Die Tatsache, dass Sie diesen Text auf Ihrem mobilen Endgerät oder Stand-PC lesen können, verdeutlicht den abstrakten Begriff der kumulativen Kulturprozesse. Menschen sind in der Lage, neu entwickelte Errungenschaften von einer Generation an die nächste weiterzugeben und dadurch auch immer weiterzubringen und im Idealfall zu verbessern. Ob es sich dabei aber um eine Fähigkeit handelt, über die nur Menschen verfügen, ist umstritten. Wobei viele Forschende davon ausgehen, dass es tendenziell nicht eine spezifische Eigenschaft ist, die uns von anderen Tieren abhebt, sondern die besonders starke Ausprägung verschiedener Eigenschaften, die einzeln so ähnlich auch bei anderen Lebewesen vorkommen.

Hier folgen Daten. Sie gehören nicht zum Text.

// Model files through the presigned upload path (issue 13): the browser puts the file into object storage, the
// server checks the stored bytes, validates the model from them and links the file to the revision byte for byte.
// Too large is refused from the declared size before any byte moves. Needs DATABASE_URL and the backing fakes.
import { GetObjectCommand } from "@aws-sdk/client-s3";
import { and, eq } from "drizzle-orm";
import { afterAll, beforeAll, describe, expect, it } from "vitest";
import { POST as requestUpload } from "@/app/api/projects/[projectId]/attachments/route";
import { POST as confirm } from "@/app/api/projects/[projectId]/attachments/[attachmentId]/confirm/route";
import { POST as createRevision } from "@/app/api/projects/[projectId]/models/route";
import { attachments, modelRevisions } from "@/db/schema";
import { generateRoof } from "@/lib/analysis/generator";
import { bucket, s3 } from "@/lib/storage/s3";
import { closeDb, getDb, requireIntegrationEnv } from "../support/db";
import { createProjectFixture, type FixtureUser, type ProjectFixture } from "../support/fixtures";
import { buildRequest, routeContext } from "../support/session";

let fx: ProjectFixture;
const ctx = () => routeContext({ projectId: fx.projectId });
const base = () => `/api/projects/${fx.projectId}/attachments`;
// Our own small roof, pretty-printed: a re-serialised copy would lose the indentation, so equal bytes prove the
// original is kept as uploaded.
const roofText = `${JSON.stringify(generateRoof({ name: "Presigned grid", spanX: 6, spanY: 6, module: 3, depth: 1.5 }), null, 2)}\n`;

async function uploadModelFile(user: FixtureUser, filename: string, text: string, contentType = "application/json") {
  const bytes = new TextEncoder().encode(text);
  const started = await requestUpload(await buildRequest(base(), { method: "POST", user, body: { purpose: "model", filename, contentType, sizeBytes: bytes.length } }), ctx());
  expect(started.status).toBe(201);
  const { attachmentId, uploadUrl, headers } = await started.json();
  expect((await fetch(uploadUrl, { method: "PUT", headers, body: bytes })).status).toBe(200);
  const confirmed = await confirm(await buildRequest(`${base()}/${attachmentId}/confirm`, { method: "POST", user }), routeContext({ projectId: fx.projectId, attachmentId }));
  expect(confirmed.status).toBe(200);
  return attachmentId as string;
}

const save = async (user: FixtureUser, attachmentIds: string[]) =>
  createRevision(await buildRequest(`/api/projects/${fx.projectId}/models`, { method: "POST", user, body: { kind: "uploadFiles", attachmentIds } }), ctx());

beforeAll(async () => {
  requireIntegrationEnv();
  fx = await createProjectFixture("model-file-upload");
});
afterAll(closeDb);

describe("model files through presigned uploads", () => {
  it("refuses a file over the model file limit from its declared size, before any byte is sent", async () => {
    // About a million nodes in our JSON format is some 60 MB (60 bytes a node, common-practice estimate).
    const response = await requestUpload(
      await buildRequest(base(), { method: "POST", user: fx.users.structural_engineer, body: { purpose: "model", filename: "stadium.json", contentType: "application/json", sizeBytes: 60_000_000 } }),
      ctx(),
    );
    expect(response.status).toBe(413);
    expect((await response.json()).error).toMatch(/limit is 20 MB/);
    expect(await getDb().select().from(attachments).where(eq(attachments.projectId, fx.projectId))).toEqual([]);
  });

  it("refuses a file with more nodes than a model may have with 413 naming the limit, counted before parsing; nothing is stored", async () => {
    // 40,000 nodes in a 1.3 MB file: within the byte limit, over the 30,000-node cap (lib/limits.ts modelCounts).
    const nodes = Array.from({ length: 40_000 }, (_, k) => `{"id":"N${k}","x":${k},"y":0,"z":0}`).join(",");
    const text = `{"format":"truss-model/1","name":"Too many nodes","materials":[],"sections":[],"nodes":[${nodes}],"members":[],"supports":[],"loadCases":[],"combinations":[]}`;
    const attachmentId = await uploadModelFile(fx.users.structural_engineer, "too-many-nodes.json", text);
    const revisionsBefore = await getDb().select().from(modelRevisions).where(eq(modelRevisions.projectId, fx.projectId));
    const response = await save(fx.users.structural_engineer, [attachmentId]);
    expect(response.status).toBe(413);
    expect((await response.json()).error).toBe('too-many-nodes.json has more than 30,000 nodes, the most one model may have (README, "Model size limits"). Split the roof or simplify it.');
    expect(await getDb().select().from(modelRevisions).where(eq(modelRevisions.projectId, fx.projectId))).toEqual(revisionsBefore);
    const [file] = await getDb().select().from(attachments).where(eq(attachments.id, attachmentId));
    expect(file.revisionId).toBeNull();
  });

  it("stores the revision from the uploaded file and keeps that file byte for byte as its original", async () => {
    const attachmentId = await uploadModelFile(fx.users.structural_engineer, "presigned-grid.json", roofText);
    const response = await save(fx.users.structural_engineer, [attachmentId]);
    expect(response.status).toBe(202);
    const { revision } = await response.json();
    const [saved] = await getDb().select().from(modelRevisions).where(eq(modelRevisions.id, revision.id));
    expect(saved).toMatchObject({ name: "Presigned grid", source: "uploaded" });
    const [file] = await getDb().select().from(attachments).where(and(eq(attachments.projectId, fx.projectId), eq(attachments.id, attachmentId)));
    expect(file.revisionId).toBe(revision.id);
    const stored = await s3().send(new GetObjectCommand({ Bucket: bucket(), Key: file.objectKey }));
    expect(Buffer.from(await stored.Body!.transformToByteArray()).toString("utf8")).toBe(roofText);
  });

  it("refuses a file already used by a revision (409) and another person's upload (404), storing nothing", async () => {
    const attachmentId = await uploadModelFile(fx.users.structural_engineer, "again.json", roofText);
    expect((await save(fx.users.structural_engineer, [attachmentId])).status).toBe(202);
    const count = async () => (await getDb().select().from(modelRevisions).where(eq(modelRevisions.projectId, fx.projectId))).length;
    const before = await count();
    expect((await save(fx.users.structural_engineer, [attachmentId])).status).toBe(409);
    // An upload of this project named in another project's request: as if it did not exist.
    const fresh = await uploadModelFile(fx.users.structural_engineer, "fresh.json", roofText);
    const other = await createProjectFixture("model-file-upload-other");
    const foreign = await createRevision(
      await buildRequest(`/api/projects/${other.projectId}/models`, { method: "POST", user: other.users.structural_engineer, body: { kind: "uploadFiles", attachmentIds: [fresh] } }),
      routeContext({ projectId: other.projectId }),
    );
    expect(foreign.status).toBe(404);
    expect(await count()).toBe(before);
  });

  it("lists every problem of an invalid uploaded model and stores no revision", async () => {
    const broken = JSON.parse(roofText);
    broken.members.push({ ...broken.members[0], id: "M-extra", j: "missing-node" });
    const attachmentId = await uploadModelFile(fx.users.structural_engineer, "broken.json", JSON.stringify(broken));
    const response = await save(fx.users.structural_engineer, [attachmentId]);
    expect(response.status).toBe(400);
    expect(JSON.stringify((await response.json()).issues)).toMatch(/missing-node/);
    const [file] = await getDb().select().from(attachments).where(eq(attachments.id, attachmentId));
    expect(file.revisionId).toBeNull();
  });
});
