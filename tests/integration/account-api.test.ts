import { afterAll, beforeAll, describe, expect, it } from "vitest";
import { GET, PATCH } from "@/app/api/account/route";
import { POST as changePassword } from "@/app/api/account/password/route";
import { verifyCredentials } from "@/db/queries/users";
import { closeDb, requireIntegrationEnv } from "../support/db";
import { FIXTURE_PASSWORD, createFixtureUser, type FixtureUser } from "../support/fixtures";
import { buildRequest } from "../support/session";

let user: FixtureUser;

beforeAll(async () => {
  requireIntegrationEnv();
  user = await createFixtureUser("account-api");
});
afterAll(closeDb);

describe("/api/account", () => {
  it("answers 401 without a session", async () => {
    expect((await GET(await buildRequest("/api/account"), undefined)).status).toBe(401);
    expect((await PATCH(await buildRequest("/api/account", { method: "PATCH", body: { name: "X" } }), undefined)).status).toBe(401);
    expect((await changePassword(await buildRequest("/api/account/password", { method: "POST", body: {} }), undefined)).status).toBe(401);
  });

  it("shows the account without its password hash", async () => {
    const response = await GET(await buildRequest("/api/account", { user }), undefined);
    expect(await response.json()).toEqual({ user: { id: user.id, email: user.email, name: user.name } });
  });

  it("renames, refusing an empty name with an issue", async () => {
    const bad = await PATCH(await buildRequest("/api/account", { method: "PATCH", body: { name: "   " }, user }), undefined);
    expect(bad.status).toBe(400);
    expect((await bad.json()).issues).toEqual([{ path: "name", message: "Enter your name." }]);
    const ok = await PATCH(await buildRequest("/api/account", { method: "PATCH", body: { name: "Renamed Person" }, user }), undefined);
    expect((await ok.json()).user.name).toBe("Renamed Person");
  });

  it("refuses a wrong current password and keeps the old one", async () => {
    const response = await changePassword(await buildRequest("/api/account/password", { method: "POST", body: { currentPassword: "wrong-password", newPassword: "another-long-one" }, user }), undefined);
    expect(response.status).toBe(400);
    expect((await response.json()).issues).toEqual([{ path: "currentPassword", message: expect.any(String) }]);
    expect(await verifyCredentials({ email: user.email, password: FIXTURE_PASSWORD })).not.toBeNull();
  });

  it("refuses a too-short new password", async () => {
    const response = await changePassword(await buildRequest("/api/account/password", { method: "POST", body: { currentPassword: FIXTURE_PASSWORD, newPassword: "short" }, user }), undefined);
    expect(response.status).toBe(400);
    expect((await response.json()).issues[0].path).toBe("newPassword");
  });

  it("changes the password; only the new one signs in afterwards", async () => {
    const response = await changePassword(await buildRequest("/api/account/password", { method: "POST", body: { currentPassword: FIXTURE_PASSWORD, newPassword: "a-brand-new-password" }, user }), undefined);
    expect(response.status).toBe(200);
    expect(await verifyCredentials({ email: user.email, password: FIXTURE_PASSWORD })).toBeNull();
    expect(await verifyCredentials({ email: user.email.toUpperCase(), password: "a-brand-new-password" })).toEqual({ id: user.id, email: user.email, name: "Renamed Person", sessionVersion: 1 });
  });
});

Der Primatologe und Neurobiologe Robert Sapolsky referiert bei einer Universitätsabschlussfeier darüber, inwiefern Menschen einzigartig sind.
Stanford

Ein neues Puzzlestück in der Frage, ob und wie Menschenaffen Kulturpraktiken entwickeln, liefert die Primatologin und Anthropologin Kathelijne Koops von der Universität Zürich. Gemeinsam mit ihrem Forschungsteam beobachtete sie wildlebende Schimpansen im westafrikanischen Land Guinea: In den Wäldern der Nimba-Bergkette analysierten sie, wie eine Population auf präsentierte Nüsse und Steine als Knackwerkzeug reagiert.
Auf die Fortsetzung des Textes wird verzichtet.